Use this module to process a data file through a trained neural network to produce the network's classifications or predictions for each pattern in the file. A file of outputs (the .OUT file) is produced.
If you include actual values in the file, all modules except Kohonen give you check boxes to include actual values and/or the differences between the actual answer's and the network's answers in the .OUT file. If there is more than one output, the actual values and differences will be displayed for each output. The order of display is actual values, followed by predicted values, followed by differences.
If your data file includes an * in a cell beneath a column labeled A (Actual output), the * will be replaced with a 0 and a prediction will be made in that row when you apply a network.
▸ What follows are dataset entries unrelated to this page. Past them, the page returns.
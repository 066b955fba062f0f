"""Published facts about a film in an etchant: rates, statements, hints, couples."""

from __future__ import annotations

from collections.abc import Iterator, Sequence
from dataclasses import dataclass
from typing import TypeVar

from builder.records.conversion import Data, PublishedValue, Rate, Temperature, Time, from_data
from builder.records.record import SourcedEntry, SourcedRecord
from builder.records.terms import (
    Confidence,
    CoupleEffect,
    Effect,
    Origin,
    PublishedRank,
    RateKind,
)

T = TypeVar("T")


@dataclass(frozen=True, slots=True, kw_only=True)
class PublishedRate(SourcedEntry):
    """
    One published rate, nm/s or nm per cycle in canonical units.

    `temperature` is a value or a range in K; None is not stated, which matches only when none is
    asked for. `none_seen` counts as a limit only with `detection_limit` and `tested_time`.
    """

    etchant: str
    film: str
    kind: RateKind
    rate: PublishedValue
    rank: PublishedRank
    confidence: Confidence
    detection_limit: Rate | None = None
    tested_time: Time | None = None
    temperature: Temperature | None = None
    composition: str | None = None
    film_as_printed: str | None = None


@dataclass(frozen=True, slots=True, kw_only=True)
class Statement(SourcedEntry):
    """A statement without a number about one film in one etchant, in our own words."""

    etchant: str
    film: str
    effect: Effect
    words: str
    conditions: str | None = None
    temperature: Temperature | None = None


@dataclass(frozen=True, slots=True, kw_only=True)
class Hint(SourcedEntry):
    """A statement about a class; it is shown and decides nothing."""

    etchant: str
    about: str
    words: str
    why_hint: str


@dataclass(frozen=True, slots=True, kw_only=True)
class Couple(SourcedRecord):
    """Two films in contact in listed etchants, and which of them suffers (None if neither)."""

    films: tuple[str, ...]
    etchants: tuple[str, ...]
    effect: CoupleEffect
    words: str
    affects: str | None = None


def rates_from(data: Data, file: str, origin: Origin) -> tuple[PublishedRate, ...]:
    """Return the rates of one rates file that has passed its schema."""
    return tuple(_entries(PublishedRate, data, "rates", file, origin))


def statements_from(data: Data, file: str, origin: Origin) -> tuple[Statement, ...]:
    """Return the statements of one compatibility file that has passed its schema."""
    return tuple(_entries(Statement, data, "statements", file, origin))


def hints_from(data: Data, file: str, origin: Origin) -> tuple[Hint, ...]:
    """Return the hints of one compatibility file that has passed its schema."""
    return tuple(_entries(Hint, data, "hints", file, origin))


def _entries(cls: type[T], data: Data, key: str, file: str, origin: Origin) -> Iterator[T]:
    rows = data.get(key, [])
    assert isinstance(rows, Sequence)
    for index, row in enumerate(rows):
        yield from_data(
            cls, row, etchant=data["etchant"], file=file, origin=origin, pointer=f"/{key}/{index}"
        )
A prediction will not be made in a row if your data file includes an * in a cell beneath a column labeled I (Input). (The column labels were specified in the Define Inputs/Outputs module.) Previous releases of NeuroShell 2 up to Release 2.0 would not apply a trained network to a data row if it contained an * in either an A or I column.
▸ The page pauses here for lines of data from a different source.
"""What is taken out of pages and style sheets changes nothing that a browser shows."""

from __future__ import annotations

import re
from pathlib import Path

import pytest

from builder.pages.lean_text import lean_css, lean_html

_ROOT = Path(__file__).resolve().parents[2]
_ASSETS = _ROOT / "docs" / "assets"
_PAGES = _ROOT / "builder" / "pages"


def test_indents_go_and_words_stay_apart() -> None:
    """A line break is left where a browser sees a blank."""
    assert lean_html("<p>one\n\n    two</p>\n  <p>three</p>") == "<p>one\ntwo</p>\n<p>three</p>"


def test_our_pages_hold_no_preformatted_text() -> None:
    """Or its line breaks would be lost."""
    templates = list((_PAGES / "templates").glob("*.j2")) + list((_PAGES / "theme").rglob("*.html"))
    assert len(templates) > 20
    for path in templates:
        assert not re.search(r"<pre\b|<textarea\b", path.read_text(encoding="utf-8")), path
    for sheet in _ASSETS.glob("*.css"):
        assert not re.search(r"white-space:\s*(pre|break-spaces)", sheet.read_text(encoding="utf-8")), sheet


@pytest.mark.parametrize("sheet", ["etchwright.css", "matrices.css", "planner/planner.css"])
def test_a_style_sheet_loses_its_comments_only(sheet: str) -> None:
    """Every rule is left as it was, and nothing that the pattern would cut stands in a quoted text."""
    text = (_ASSETS / sheet).read_text(encoding="utf-8")
    lean = lean_css(text)
    assert "/*" not in lean and len(lean) < len(text)
    assert not re.search(r"""["'][^"'\n]*/\*""", text)
    for part in "{};":
        assert lean.count(part) == re.sub(r"/\*.*?\*/", "", text, flags=re.DOTALL).count(part)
Use the Run Menu to start processing the data file through the network. Also use this menu to interrupt processing.
Use the File Menu to select an alternate pattern file, view the pattern file, view the output, or copy the results (the statistics computed when the network is applied) to the Windows clipboard. If an alternate file is selected, the file must have the same prefix (problem name) and must be in the same directory as the .MMX (created in the Define Inputs and Outputs module) and the .FIG file (created in the Design module).
For more details on specific network types, see:
Apply Backpropagation Network
Apply Kohonen Network
Apply PNN Network
Apply GRNN Network
Apply GMDH Network
File Note: This module defaults to processing the .PAT file, but you can apply the network to any file that is in the NeuroShell 2 file format (the same as Lotus 1-2-3 .WK1 file format) simply by using the File Menu to select a file. The inputs must be in the same columns in the same order as the .PAT file with which the network was trained. This module places the network's classifications or predictions into an .OUT file.
This module will run as an independent program.